Melalui verifikasi langsung, kami juga menemukan konten berita dengan topik dan substansi yang sama di kanal YouTube CNN Indonesia, meski dengan pembawa berita yang berbeda. Konfirmasi dari tim CNN Indonesia pun menguatkan bahwa video tersebut memang autentik. Lantas bagaimana dengan klaimnya?

Konten video yang sudah ditonton sebanyak 2,3 juta kali tersebut mencoba mengarahkan klaim dengan menempatkan teks "Prabowo setuju stop MBG” dari awal video berita. Bila diperhatikan, narasi voice over dalam berita sama sekali tidak menyebutkan persetujuan Presiden Prabowo untuk menghentikan program MBG.

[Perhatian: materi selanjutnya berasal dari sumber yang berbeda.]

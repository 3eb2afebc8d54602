import { dirname } from "node:path";
import type { OpenStudy } from "../../core/contract/engine";
import { Fault } from "../../core/model/errors";
import type { FileReport, GridFileReport } from "../../core/model/source";
import { readStudy } from "../../core/study/read";

/** Days of record from which an annual cycle can be told from a slow change. */
const annualFromDays = 730;

/**
 * A study around data files: grids of equal cells and steps joined under one id, all region, all period, and a band and
 * background that the record can carry. Error: no grid among the files.
 */
export function studyAround(reports: readonly FileReport[]): OpenStudy {
  const grids = new Map<string, GridFileReport[]>();
  for (const report of reports) {
    if (report.kind !== "grid") continue;
    const key = JSON.stringify([shape(report), report.height.name, report.height.reference]);
    grids.set(key, [...(grids.get(key) ?? []), report]);
  }
  const tracks = reports.filter((report) => report.kind === "track");
  if (grids.size === 0) {
    throw new Fault({
      tag: "file",
      where: reports[0]?.path ?? "files",
      expected: "at least one file of gridded heights",
      got: tracks.length > 0 ? "along-track passes only" : "none",
      advice: "name a grid as well; tracks are compared with a grid",
    });
  }
  const groups = [...grids.values()];
  const study = readStudy(
    {
      strake: 1,
      title: groups[0][0].title.slice(0, 200),
      grids: groups.map((group, i) => ({
        id: identifier(i),
        label: group[0].title.slice(0, 120),
        files: group.map((report) => report.path),
        height: group[0].height.name,
      })),
      tracks: tracks.length > 0 ? [{ id: "T", files: tracks.map((report) => report.path) }] : [],
      ...carriedBy(groups[0]),
    },
    "new study",
  );
  return { study, folder: dirname(groups[0][0].path), path: "" };
}

function shape({ latitude, longitude }: GridFileReport): number[] {
  const corner = (values: Float64Array) =>
    [values.length, values[0], values[values.length - 1]].map((v) => Number(v.toFixed(4)));
  return [...corner(latitude.values), ...corner(longitude.values)];
}

/** Band and background for the length and sampling of a record. */
function carriedBy(group: readonly GridFileReport[]): object {
  const days = group.flatMap((report) => Array.from(report.time.values)).sort((a, b) => a - b);
  const span = days[days.length - 1] - days[0];
  const hasYears = span >= annualFromDays;
  const step = days.length > 1 ? span / (days.length - 1) : Number.POSITIVE_INFINITY;
  const fits = span >= 540 && step * 2 <= 90;
  return {
    background: { mean: days.length > 1, trend: days.length > 2, annual: hasYears, semiannual: hasYears },
    band: { filter: fits ? "lanczos" : "none" },
  };
}

function identifier(i: number): string {
  return i < 26 ? String.fromCharCode(65 + i) : `G${i + 1}`;
}
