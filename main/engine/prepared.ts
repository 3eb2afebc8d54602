import { yearLengthDays } from "../../core/model/year-length";
import type { BackgroundBasis } from "../../core/numeric/background";
import { backgroundBasis } from "../../core/numeric/background";
import { quantities } from "../../core/ocean/quantities/index";
import { backgroundFault } from "../../core/study/background-rank";
import type { Background } from "../../core/study/band-plane";
import { chooseSampleCells, type ReductionTarget } from "../../core/study/reduction";
import type { BackgroundSettings, GeostrophySettings } from "../../core/study/schema";
import type { Job } from "./job";
import type { LoadedRecord } from "./load-record";
import type { WorkerPool } from "./pool";
import { sharedFloat32, sharedFloat64 } from "./shared-memory";

/** Cells whose whole series are kept for spectra. */
const sampledCells = 300;

/** Fits the study's background to every cell. Error: Fault "period" where the dates cannot tell its terms apart. */
export async function fitBackgrounds(
  loaded: LoadedRecord,
  settings: BackgroundSettings,
  pool: WorkerPool,
  job: Job,
): Promise<Background> {
  const { record } = loaded;
  const basis: BackgroundBasis = backgroundBasis(record.time.values, settings, yearLengthDays(record.time.calendar));
  const fault = backgroundFault(basis, record);
  if (fault) throw fault;
  const { rows, columns } = record.cube;
  const coefficients = sharedFloat64(basis.names.length * rows * columns);
  await job.step("Fitting mean, trend and seasons", rows, () =>
    pool.share("background", rows, (range) => ({ record, basis, rows: range, coefficients }), job, pool.size),
  );
  return { basis, coefficients };
}

/** Reduces every date to zonal means and sampled cells of every quantity. */
export async function reduceRecord(
  loaded: LoadedRecord,
  geostrophy: GeostrophySettings,
  pool: WorkerPool,
  job: Job,
): Promise<ReductionTarget> {
  const { record } = loaded;
  const { rows, dates } = record.cube;
  const ids = quantities.map((quantity) => quantity.id);
  const sampleCells = chooseSampleCells(record, sampledCells);
  const target: ReductionTarget = {
    quantities: ids,
    zonal: sharedFloat64(ids.length * rows * dates),
    sampleCells,
    samples: sharedFloat32(ids.length * sampleCells.length * dates),
  };
  await job.step("Differencing heights", dates, () =>
    pool.share("reduce", dates, (range) => ({ record, geostrophy, dates: range, target }), job),
  );
  return target;
}

/** Zonal means of one quantity: `series[row * dates + t]`. */
export function zonalSeries(reduction: ReductionTarget, quantity: string, rows: number, dates: number): Float64Array {
  const q = reduction.quantities.indexOf(quantity);
  return reduction.zonal.subarray(q * rows * dates, (q + 1) * rows * dates);
}
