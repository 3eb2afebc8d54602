import { resolve } from "node:path";
import { faultLine } from "../../../core/model/errors";
import { createEngine } from "../../engine/engine";
import { reportLines } from "../report-lines";
import { type Command, parseWords, wrongWords } from "./command";

const usage = "describe FILE… [--json]";

/** Says what is in the files: exit 0, or 2 with the reason for each refused one. */
export const describe: Command = {
  name: "describe",
  usage,
  summary: "say what is in the files",
  details: ["", "  --json   as JSON instead of lines"],
  run: async (words) => {
    const { values, positionals } = parseWords(usage, words, { json: { type: "boolean" } });
    if (positionals.length === 0) throw wrongWords(usage, "no file");
    const engine = createEngine({ workers: 1 });
    try {
      const recognised = await engine.describe({ paths: positionals.map((path) => resolve(path)) });
      if (values.json) process.stdout.write(`${JSON.stringify(recognised, plainArrays, 2)}\n`);
      for (const file of recognised) {
        if ("refused" in file) process.stderr.write(`strake: ${faultLine(file.refused)}\n`);
        else if (!values.json) process.stdout.write(`${reportLines(file.report).join("\n")}\n`);
      }
      return recognised.some((file) => "refused" in file) ? 2 : 0;
    } finally {
      await engine.close();
    }
  },
};

/** Typed arrays as plain lists. */
function plainArrays(_key: string, value: unknown): unknown {
  return ArrayBuffer.isView(value) ? Array.from(value as unknown as ArrayLike<number>) : value;
}
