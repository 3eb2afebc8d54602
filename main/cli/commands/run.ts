import { resolve } from "node:path";
import { createEngine } from "../../engine/engine";
import { progressPrinter } from "../progress-printer";
import { type Command, parseWords, wrongWords } from "./command";

const usage = "run STUDY --out DIR [--overwrite] [--json]";

/** Runs a study and writes its result folder, whole or not at all. */
export const run: Command = {
  name: "run",
  usage,
  summary: "run a study and write its numbers and figures",
  details: [
    "",
    "  --out DIR     the folder to write; it must not exist",
    "  --overwrite   replace it if it does",
    "  --json        say what was written as JSON",
  ],
  run: async (words) => {
    const { values, positionals } = parseWords(usage, words, {
      out: { type: "string" },
      overwrite: { type: "boolean" },
      json: { type: "boolean" },
    });
    if (positionals.length !== 1) throw wrongWords(usage, `${positionals.length} studies`);
    if (!values.out) throw wrongWords(usage, "no --out");
    const engine = createEngine();
    const stop = new AbortController();
    const interrupt = () => stop.abort();
    process.once("SIGINT", interrupt);
    process.once("SIGTERM", interrupt);
    const progress = progressPrinter(process.stderr);
    try {
      const open = await engine.open({ paths: [resolve(positionals[0])] }, { signal: stop.signal });
      const written = await engine.run(
        { open, folder: resolve(values.out), overwrite: values.overwrite === true },
        { signal: stop.signal, onProgress: progress.show },
      );
      progress.end();
      const text = values.json
        ? JSON.stringify(written, null, 2)
        : `Wrote ${written.files.length} files to ${values.out}`;
      process.stdout.write(`${text}\n`);
      return 0;
    } finally {
      progress.end();
      process.off("SIGINT", interrupt);
      process.off("SIGTERM", interrupt);
      await engine.close();
    }
  },
};
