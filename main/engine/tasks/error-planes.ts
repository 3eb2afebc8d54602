import { errorPlanes } from "../../../core/ocean/errors/error-planes";
import { geometryOf } from "../../../core/study/geometry";
import type { HeightRecord } from "../../../core/study/record";
import type { GeostrophySettings } from "../../../core/study/schema";
import type { JobFlags } from "../job";

/** Standard errors of height (m), u, v (m s-1) and vorticity (s-1) on a map that lacks nothing but land. */
export function errorPlanesTask(
  args: {
    readonly record: HeightRecord;
    readonly geostrophy: GeostrophySettings;
    readonly sigmaMetres: number | Float64Array;
    readonly correlationKm: number;
  },
  job: JobFlags,
): {
  readonly height: Float64Array;
  readonly u: Float64Array;
  readonly v: Float64Array;
  readonly vorticity: Float64Array;
} {
  job.poll();
  const { record, sigmaMetres, correlationKm } = args;
  const height = record.mean.map((value, cell) => {
    if (Number.isNaN(value)) return Number.NaN;
    return typeof sigmaMetres === "number" ? sigmaMetres : sigmaMetres[cell];
  });
  const geometry = geometryOf(record.axes, args.geostrophy);
  return { height, ...errorPlanes(record.mean, record.axes, geometry, { sigmaMetres, correlationKm }) };
}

Yang ada hanyalah pembahasan soal penarikan dana MBG jika tidak terserap dengan baik. Menteri Keuangan Purbaya Yudhi Sadewa menjelaskan bahwa dana MBG yang tidak digunakan akan dialihkan untuk mengurangi defisit anggaran dan mencegah dana menganggur.

Motif dan variasi konten hoaks

Menurut fact-check specialist Masyarakat Antifitnah Indonesia (Mafindo), Ariwibowo Sasmito, penggunaan media arus utama dalam konten hoaks didasari oleh aspek kepercayaan. Pembuat hoaks mengeksploitasi konten berita untuk mengelabui masyarakat.

"Salah satu kesulitan pemeriksa fakta dan jurnalis adalah memberikanawareness ke masyarakat soal pentingnya memperhatikan sumber video atau foto. Sayangnya, pembuat hoaks justru mengeksploitasi hal ini. Media arus utama sering jadi korban, artikelnya dipotong, judulnya diubah, atau tangkapan layarnya disebar ulang. Belakangan modus ini beralih ke video pendek, terutama sejak TikTok populer.”

Terkait motif, Ariwibowo menyebutkan bahwa pembuat hoaks memiliki beragam tujuan, mulai dari politik, ekonomi, hingga mengikuti tren buzzer di Indonesia. "Buzzer biasanya lebih aktif di musim Pilpres atau Pilkada karena ada ‘order'. Di luar itu, mereka mencoba untuk tetap menjaga eksistensi dengan menyebarkan isu tertentu supaya tidak tenggelam. Jadi bukan hanya soal momen politik, tapi juga soal menjaga pasar dan pengaruh,” pungkasnya.

Berkembangnya tren pembuatan konten hoaks yang mengikuti tren juga menjadi tantangan, tak hanya bagi masyarakat dan jurnalis, tapi juga pejabat publik. Ariwibowo menilai komunikasi publik yang kontraproduktif dari pejabat bisa menjadi celah bagi penyebaran hoaks.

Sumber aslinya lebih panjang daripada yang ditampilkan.